Like the big bang theory vs. the steady state models? Both of these well-established scientific theories were brought up by "brilliant heretics" and didn't get accepted despite the "massive data collection" she talks about. Back in
2011, Daniel Shechtman won the Nobel Prize for a topic he was drummed out of his research group over, quasi crystals. Yet another brilliant heretic who was ignored and punished widely despite his "massive data collection". She's going
against perhaps the most quoted book in science, Thomas Kuhn's
The Structure of Scientific Revolutions. Kuhn observes that science is relatively static; new ideas are accepted in infrequent
revolutions when old ways of envisioning and approaching problems fall
to new ones. This happens largely because the old scientists who hold
those views die off.
Like
Neil deGrasse Tyson, she makes the mistake of saying since science is
self-correcting and is right in the long run, it's always right. In
general, science is always wrong; if it was always right, it wouldn't need to be self-correcting. Something would be proven, then put on
the shelf while new things were conquered. If this is true at all, it's
only true in math. Science is correct only in a few, simple areas that are well known and that no longer need research.
In reality you get things like
the recent paper where a well-funded lab tried to replicate published, peer-reviewed cancer research and
found only about a quarter of 67 papers could be verified.
My favorite quote:
"I explained that we re-did their experiment 50 times and never got
their result. He said they'd done it six times and got this result once,
but put it in the paper because it made the best story. It's very
disillusioning."
Which reminds me that one of the most downloaded academic papers in history is John Ioannidis'
Why Most Published Research is Wrong.
Gary Taubes,
one of my favorite science writers, and a guy who has won many awards
at it, says, "And here’s the challenge to both the scientist working in
the field and the lay observer following along: how do we tell the
difference between the one in a million times, say, that an outsider
comes along and gets it right, and the other 999,999 quack-driven
attempts? The numbers alone tell us that the best idea is always to bet
against the outsider, that we’re always best served by ignoring him or
her and getting back to science as usual (what Kuhn called “normal
science”). The odds are enormously in our favor if we do so. But, still,
when a paradigm is shifted, it’s going to be an outsider who does
it,..."
And that's the rub. If a self-proclaimed brilliant heretic, or someone proclaimed as such by other people says they have proof their advancement in science or medicine chances are they're not right.

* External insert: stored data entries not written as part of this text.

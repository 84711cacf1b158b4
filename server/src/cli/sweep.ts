/**
 * `eigenspan sweep FILE [--table | --csv | --csv-bare | --json] [--basis N] [--out PATH [--force]]
 *                       [--time-limit MS] [--sweep-time-limit MS] [--limit NAME=N]... [--threads N]`
 *
 * Runs the file's sweep and prints it: a table (default), CSV (one row a point) or the JSON of
 * `expand --json` with its `sweep` field. `sweepCommand` runs every point in this thread; the process
 * entry uses `sweepCommandThreaded` (sweepThreads.ts), which spreads the points over worker threads when
 * the system changes between points and prints the same output.
 * Exit codes as `expand`: 1 when an error (a failed `expect`, the window's included) was found.
 */
import type { AnalysisResult } from '../analysis/types';
import type { Limits } from '../analysis/index';
import { DEFAULT_SWEEP_MILLIS } from '../analysis/sweep/index';
import { escapeJson, escapeLines, escapeText } from './escape';
import { assertWritable, outPathOption, writeOutput } from './outfile';
import { analyseFile } from './data';
import { limitOption, sweepTimeLimit, timeLimit, UsageError, type Io } from './options';
import { readText } from './readtext';
import { renderJson } from './render';
import { renderSweepCsv, renderSweepTable } from './sweepRender';

/** What the options of `eigenspan sweep` ask for. */
export interface SweepArgs {
  file: string;
  format: 'table' | 'csv' | 'json';
  bare: boolean;
  basis: number | undefined;
  outPath: string | null;
  force: boolean;
  limits: Partial<Limits>;
  sweepMillis: number;
  /** Worker threads for points whose system changes (default 2; 1 runs every point in the main thread). */
  threads: number;
}

/** Reads the options of `eigenspan sweep`. */
export function parseSweepArgs(args: string[]): SweepArgs {
  const a: Omit<SweepArgs, 'file'> & { file: string | null } = {
    file: null, format: 'table', bare: false, basis: undefined, outPath: null, force: false, limits: {}, sweepMillis: DEFAULT_SWEEP_MILLIS, threads: 2,
  };
  for (let i = 0; i < args.length; i++) {
    const x = args[i]!;
    if (x === '--out') a.outPath = outPathOption('--out', args[++i]);
    else if (x === '--force') a.force = true;
    else if (x === '--time-limit') a.limits.maxMillis = timeLimit(args[++i]);
    else if (x === '--sweep-time-limit') a.sweepMillis = sweepTimeLimit(args[++i]);
    else if (x === '--limit') limitOption(args[++i], a.limits);
    else if (x === '--json' || x === '--table' || x === '--csv') a.format = x.slice(2) as SweepArgs['format'];
    else if (x === '--csv-bare') [a.format, a.bare] = ['csv', true];
    else if (x === '--basis') a.basis = wholeNumber(args[++i], '--basis needs a whole number of levels', 1, Infinity);
    else if (x === '--threads') a.threads = wholeNumber(args[++i], '--threads needs a whole number from 1 to 16', 1, 16);
    else if (x.startsWith('-')) throw new UsageError(`unknown option '${x}' for sweep`);
    else if (a.file === null) a.file = x;
    else throw new UsageError('sweep takes one file');
  }
  if (a.file === null) throw new UsageError('sweep needs a file');
  return { ...a, file: a.file };
}

function wholeNumber(value: string | undefined, message: string, lo: number, hi: number): number {
  const v = Number(value);
  if (value === undefined || !Number.isInteger(v) || v < lo || v > hi) throw new UsageError(message);
  return v;
}

/** Reads the file named in `a` (refusing an existing `--out` first). */
export function sweepInput(a: SweepArgs): string {
  if (a.outPath !== null) assertWritable(a.outPath, a.force);
  return readText(a.file, a.limits.maxFileBytes);
}

/** Prints (or writes) a result with its sweep; returns the exit code. */
export function sweepOutput(a: SweepArgs, result: AnalysisResult, text: string, io: Io): number {
  const shown = escapeText(a.file);
  let rendered: string;
  if (!result.sweep) {
    const why = result.diagnostics.find((d) => d.severity === 'error');
    if (!result.file?.statements.some((s) => s.kind === 'sweep')) throw new UsageError(`'${shown}' has no \`sweep\` line; add one such as 'sweep width from 4 nm to 16 nm steps 24'`);
    rendered = a.format === 'json' ? escapeJson(renderJson(result, text)) + '\n' : `== ${shown}\nthe sweep could not run${why ? `: ${why.message}` : ' (see the diagnostics)'}\n`;
  } else if (a.format === 'json') rendered = escapeJson(renderJson(result, text)) + '\n';
  else if (a.format === 'csv') rendered = renderSweepCsv(result, a.bare);
  else rendered = renderSweepTable(result, text, shown);
  if (a.outPath !== null) writeOutput(a.outPath, escapeLines(rendered), a.force);
  else io.out(rendered);
  return result.diagnostics.some((d) => d.severity === 'error') ? 1 : 0;
}

/** `eigenspan sweep` with every point in this thread. */
export function sweepCommand(args: string[], io: Io): number {
  const a = parseSweepArgs(args);
  const text = sweepInput(a);
  const result = analyseFile(a.file, text, { defaultBasis: a.basis, limits: a.limits }, { maxMillis: a.sweepMillis });
  return sweepOutput(a, result, text, io);
}
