/**
 * `check --sarif PATH`: the findings as one SARIF 2.1.0 log (OASIS Static Analysis Results Interchange
 * Format, version 2.1.0). One run; its driver lists every diagnostic code of the catalogue as a rule, and
 * every finding is one result whose `ruleId` is the code, with its message and 1-based region.
 * Columns count UTF-16 code units, as the engine's offsets do (`run.columnKind`).
 */
import { isAbsolute, sep } from 'node:path';
import { pathToFileURL } from 'node:url';
import type * as Sarif from 'sarif';
import { CATALOGUE, type Code, type Severity } from '../language/catalogue';
import { escapeJson } from './escape';
import type { FileRecord } from './records';
import type { LocatedDiagnostic } from './render';

/** Where the SARIF 2.1.0 schema is published (the standard's own value for `$schema`). */
export const SARIF_SCHEMA = 'https://docs.oasis-open.org/sarif/sarif/v2.1.0/errata01/os/schemas/sarif-schema-2.1.0.json';

const LEVEL: Record<Severity, Sarif.ReportingConfiguration.level> = { error: 'error', warning: 'warning', info: 'note' };
const CODES = Object.keys(CATALOGUE) as Code[];

/** A file name as a URI reference: relative names stay relative (forward slashes), absolute ones become file URLs. */
export function fileUri(file: string): string {
  if (isAbsolute(file)) return pathToFileURL(file).href;
  return file.split(sep).join('/').split('/').map(encodeURIComponent).join('/');
}

function rules(): Sarif.ReportingDescriptor[] {
  return CODES.map((code) => ({
    id: code,
    shortDescription: { text: CATALOGUE[code].about },
    defaultConfiguration: { level: LEVEL[CATALOGUE[code].severity] },
  }));
}

function result(file: string, d: LocatedDiagnostic): Sarif.Result {
  return {
    ruleId: d.code,
    ruleIndex: CODES.indexOf(d.code),
    level: LEVEL[d.severity],
    message: { text: d.message },
    locations: [
      {
        physicalLocation: {
          artifactLocation: { uri: fileUri(file) },
          region: { startLine: d.line, startColumn: d.column, endLine: d.endLine, endColumn: d.endColumn },
        },
      },
    ],
  };
}

/** The SARIF log of one `check` run. */
export function sarifLog(records: readonly FileRecord[]): Sarif.Log {
  return {
    $schema: SARIF_SCHEMA,
    version: '2.1.0',
    runs: [
      {
        tool: { driver: { name: 'eigenspan', rules: rules() } },
        columnKind: 'utf16CodeUnits',
        artifacts: records.map((r) => ({ location: { uri: fileUri(r.file) } })),
        results: records.flatMap((r) => r.findings.map((d) => result(r.file, d))),
      },
    ],
  };
}

/** The SARIF text: JSON with every control and bidirectional character escaped (escape.ts). */
export function renderSarif(records: readonly FileRecord[]): string {
  return escapeJson(JSON.stringify(sarifLog(records), null, 2)) + '\n';
}
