/**
 * Reading one file named on the command line under the file rules (files.ts); refusals are usage errors.
 */
import { DEFAULT_LIMITS } from '../analysis/index';
import { escapeText } from './escape';
import { readBounded } from './files';
import { UsageError } from './options';

/** The text of `path`; a file over `maxFileBytes` bytes reaches the engine, which refuses it with its size (front.ts). */
export function readText(path: string, maxFileBytes = DEFAULT_LIMITS.maxFileBytes): string {
  // The read stops at four times the cap: a file somewhat over it gets the engine's finding with its size, a far larger one a usage error without reading it all.
  const read = readBounded(path, { maxBytes: maxFileBytes * 4 });
  if (!read.ok) throw new UsageError(`cannot read '${escapeText(path)}': ${read.refusal.message}`);
  return read.data.toString('utf8');
}
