/**
 * Reading one file named on the command line under the file rules (files.ts); refusals are usage errors.
 */
import { DEFAULT_LIMITS } from '../analysis/index';
import { escapeText } from './escape';
import { readBounded } from './files';
import { UsageError } from './options';

/** The text of `path`, at most `maxFileBytes` characters' worth of UTF-8. */
export function readText(path: string, maxFileBytes = DEFAULT_LIMITS.maxFileBytes): string {
  // Bytes, not characters: a UTF-8 file of maxFileBytes characters has at most four bytes a character.
  const read = readBounded(path, { maxBytes: maxFileBytes * 4 });
  if (!read.ok) throw new UsageError(`cannot read '${escapeText(path)}': ${read.refusal.message}`);
  return read.data.toString('utf8');
}
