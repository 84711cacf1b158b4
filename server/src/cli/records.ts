/**
 * What `check` learnt about each file, kept for the report files (SARIF, JUnit XML): the located
 * findings and the `expect` lines. One record a checked or refused file.
 */
import type { AnalysisResult } from '../analysis/types';
import type { LineTable } from '../language/positions';
import { locate, type LocatedDiagnostic } from './render';

/** One `expect` line of a file: where it is, its text, and the finding that failed it (if any). */
export interface ExpectRecord {
  line: number;
  column: number;
  /** The statement's text, continuation lines joined by spaces. */
  text: string;
  failure: LocatedDiagnostic | null;
}

/** One file as `check` saw it (`file` as named on the command line or found in a folder). */
export interface FileRecord {
  file: string;
  findings: LocatedDiagnostic[];
  expects: ExpectRecord[];
}

/** The record of an analysed file. */
export function analysedRecord(file: string, text: string, result: AnalysisResult, lines: LineTable): FileRecord {
  const findings = result.diagnostics.map((d) => locate(d, lines));
  const expects: ExpectRecord[] = [];
  for (const s of result.file?.statements ?? []) {
    if (s.kind !== 'expect') continue;
    // A failed expect is reported on the span of its statement (analysis/expects.ts).
    const i = result.diagnostics.findIndex((d) => d.code === 'expect' && d.start >= s.span.start && d.start < Math.max(s.span.end, s.span.start + 1));
    const at = locate({ start: s.span.start, end: s.span.end, severity: 'info', code: 'expect', message: '' }, lines);
    expects.push({ line: at.line, column: at.column, text: text.slice(s.span.start, s.span.end).replace(/\s*[\r\n]+\s*/g, ' ').trim(), failure: i < 0 ? null : findings[i]! });
  }
  return { file, findings, expects };
}

/** The record of a file refused or not analysable: one finding at 1:1. */
export function refusedRecord(file: string, severity: 'error' | 'warning', code: LocatedDiagnostic['code'], message: string): FileRecord {
  return { file, findings: [{ line: 1, column: 1, endLine: 1, endColumn: 1, severity, code, message }], expects: [] };
}
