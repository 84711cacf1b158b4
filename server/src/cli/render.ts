/**
 * Renderings of an analysis result for the command line: JSON (the fixed contract), CSV and a table.
 * Lines and columns come from the one offset-to-line table (language/positions.ts), numbers in the
 * table from the one formatter (shared/numbers.ts).
 */
import { energySymbol, energyUnitDescription } from '../shared/energyUnit';
import type { AnalysisResult } from '../analysis/types';
import type { EngineDiagnostic } from '../language/catalogue';
import { lineTable, positionAt, type LineTable } from '../language/positions';
import { formatNumber } from '../shared/numbers';
import { oscillatorQuantum, quantaText } from '../shared/quanta';
import { decayText } from '../shared/decayText';

/** A diagnostic with 1-based lines and columns, as the JSON and `check` print them. */
export interface LocatedDiagnostic {
  line: number;
  column: number;
  endLine: number;
  endColumn: number;
  severity: EngineDiagnostic['severity'];
  code: EngineDiagnostic['code'];
  message: string;
}

/** Locates a diagnostic (1-based). */
export function locate(d: EngineDiagnostic, lines: LineTable): LocatedDiagnostic {
  const s = positionAt(lines, d.start);
  const e = positionAt(lines, d.end);
  return {
    line: s.line + 1,
    column: s.character + 1,
    endLine: e.line + 1,
    endColumn: e.character + 1,
    severity: d.severity,
    code: d.code,
    message: d.message,
  };
}

/** `FILE:LINE:COL: SEVERITY[CODE]: MESSAGE`. */
export function renderDiagnostic(file: string, d: EngineDiagnostic, lines: LineTable): string {
  const l = locate(d, lines);
  return `${file}:${l.line}:${l.column}: ${l.severity}[${l.code}]: ${l.message.replace(/\s*[\r\n\u2028\u2029]\s*/g, ' ')}`;
}

/** The JSON object of `expand --json`. */
export function toJson(result: AnalysisResult, text: string): Record<string, unknown> {
  const lines = lineTable(text);
  const out: Record<string, unknown> = {
    levels: result.levels.map((l) => {
      const o: Record<string, number | null> = { n: l.n, energy: l.energy, re: l.re, im: l.im, weight: l.weight };
      if (l.uncertainty !== undefined) o.uncertainty = l.uncertainty;
      if (l.coefficientUncertainty !== undefined) o.coefficientUncertainty = l.coefficientUncertainty;
      if (l.unresolved) (o as Record<string, unknown>).unresolved = true;
      return o;
    }),
    norm: result.norm,
    captured: result.captured,
    ...(result.purity !== undefined ? { purity: result.purity } : {}),
    ...(result.mixture ? { mixture: result.mixture } : {}),
    energy: result.energy ?? { mean: null, spread: null },
    parity: result.parity,
  };
  if (result.continuum !== undefined) out.continuum = result.continuum;
  if (result.meanQuantumNumber !== undefined) out.meanQuantumNumber = result.meanQuantumNumber;
  out.diagnostics = result.diagnostics.map((d) => locate(d, lines));
  out.units = result.units;
  out.system = result.system;
  out.decay = result.decay;
  out.levelsFor999 = result.levelsFor999;
  if (result.evolution) {
    const { density: _density, ...rest } = result.evolution;
    out.evolution = rest;
  }
  // A file with `sweep` lines: the sweep's points, located changes and design window (docs/format.md, "Sweeps").
  if (result.sweep) out.sweep = result.sweep;
  return out;
}

/** `expand --json`: one JSON object. */
export function renderJson(result: AnalysisResult, text: string): string {
  return JSON.stringify(toJson(result, text), (_k, v) => (typeof v === 'number' && !Number.isFinite(v) ? null : v), 2);
}

/**
 * `expand --csv`: a comment line naming the energy unit (`# energy in meV`; dropped with `bare`), the
 * header `n,energy,re,im,weight` and one row a level.
 */
export function renderCsv(result: AnalysisResult, bare = false): string {
  const unit = energyUnitDescription(result.units);
  const rows = bare ? ['n,energy,re,im,weight'] : [`# energy in ${unit}`, 'n,energy,re,im,weight'];
  // A mixed state has no coefficients: its re and im cells are empty.
  for (const l of result.levels) rows.push([l.n, l.energy, l.re, l.im, l.weight].map((v) => (v === null ? '' : String(v))).join(','));
  return rows.join('\n') + '\n';
}

/** A number in the table, through the one formatter every front end shares. */
const num = formatNumber;

/** `expand --table` and `demo`: a readable summary with the levels table. */
export function renderTable(result: AnalysisResult, text: string, file: string): string {
  const eu = result.units.energy ?? '';
  const quantum = oscillatorQuantum(result.system);
  const lines: string[] = [];
  lines.push(`== ${file}`);
  if (result.system) {
    lines.push(`system: ${result.system.kind}${result.system.boundCount !== undefined ? ` (${result.system.boundCount} bound state${result.system.boundCount === 1 ? '' : 's'})` : ''}`);
  }
  if (result.levels.length > 0) {
    const top = result.levels.filter((l) => l.weight > 1e-12);
    const shown = top.slice(0, 12);
    // An oscillator's energies also in its quantum hbar omega, where they read n + 1/2.
    const inQ = (e: number): string => (quantum === null ? '' : `  ${num(e / quantum, 8).padStart(16)}`);
    lines.push(`  ${'n'.padStart(4)}  ${(energySymbol('E_n', result.units) + (eu ? ` [${eu}]` : '')).padStart(16)}${quantum === null ? '' : `  ${'E_n [hbar omega]'.padStart(16)}`}  ${'Re c_n'.padStart(13)}  ${'Im c_n'.padStart(13)}  ${(result.mixture ? 'P_n' : '|c_n|^2').padStart(13)}`);
    for (const l of shown) {
      lines.push(`  ${String(l.n).padStart(4)}  ${num(l.energy, 8).padStart(16)}${inQ(l.energy)}  ${num(l.re).padStart(13)}  ${num(l.im).padStart(13)}  ${num(l.weight).padStart(13)}`);
    }
    if (top.length > shown.length) lines.push(`  ... ${top.length - shown.length} more levels with weight above 1e-12 (of ${result.levels.length} computed)`);
  }
  if (result.norm !== null && !result.mixture) lines.push(`norm (as written): ${num(result.norm, 10)}`);
  if (result.mixture && result.purity !== undefined) {
    lines.push(`mixed state: ${result.mixture.weights.length} ${result.mixture.kind === 'thermal' ? 'thermal levels' : 'parts'}, purity Tr rho^2 = ${num(result.purity, 10)}`);
  }
  if (result.captured !== null) lines.push(`captured weight: ${num(result.captured, 10)}${result.levelsFor999 !== null ? `   (99.9% within ${result.levelsFor999} levels)` : ''}`);
  if (result.continuum !== undefined) lines.push(`continuum weight: ${num(result.continuum, 6)}`);
  if (result.energy) {
    const q = (e: number): string => (quantum === null ? '' : ` (${quantaText(e, quantum, true)})`);
    lines.push(`energy mean: ${result.energy.mean === null ? 'diverges' : num(result.energy.mean, 10) + (eu ? ' ' + eu : '') + q(result.energy.mean)}   spread: ${result.energy.spread === null ? 'diverges' : num(result.energy.spread, 10) + (eu ? ' ' + eu : '') + q(result.energy.spread)}`);
  }
  if (typeof result.meanQuantumNumber === 'number') lines.push(`mean quantum number <n>: ${num(result.meanQuantumNumber, 8)}`);
  if (result.parity) lines.push(`parity: ${result.parity}`);
  const decay = decayText(result.decay, { mixture: Boolean(result.mixture), kind: result.system?.kind, ascii: true, parity: result.parity });
  if (decay !== null) lines.push(`decay: ${decay}`);
  if (result.evolution) {
    // Times carry the file's time unit; a file with units but no time unit counts time in hbar per its energy unit.
    const timeUnit = result.units.time ? ` ${result.units.time}` : result.units.energy ? ` hbar/${result.units.energy}` : '';
    lines.push(`evolution: ${result.evolution.times.length} times up to ${num(result.evolution.times[result.evolution.times.length - 1], 6)}${timeUnit}; revival ${result.evolution.revival === null ? 'none found' : num(result.evolution.revival, 8) + timeUnit}`);
  }
  lines.push(...diagnosticLines(file, text, result.diagnostics));
  return lines.join('\n') + '\n';
}

/** The table's closing block: `diagnostics: none`, or each finding as a `FILE:LINE:COL:` line, indented. */
export function diagnosticLines(file: string, text: string, diagnostics: AnalysisResult['diagnostics']): string[] {
  if (diagnostics.length === 0) return ['diagnostics: none'];
  const idx = lineTable(text);
  return ['diagnostics:', ...diagnostics.map((d) => '  ' + renderDiagnostic(file, d, idx))];
}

But keep your ears open for lots of heretics saying the same thing. The data that dietary saturated fat has essentially nothing to do with heart disease has been talked about regularly by many, many researchers for as long as the lowfat mantra was being preached, but there's a long time lag between the point where lots of heretics start saying something and the time the older researchers die off.
(I wanted a picture of an old scientist, and Bing gave me actor Christopher Lloyd as Doc from "Back to the Future". Somehow, that works for me.)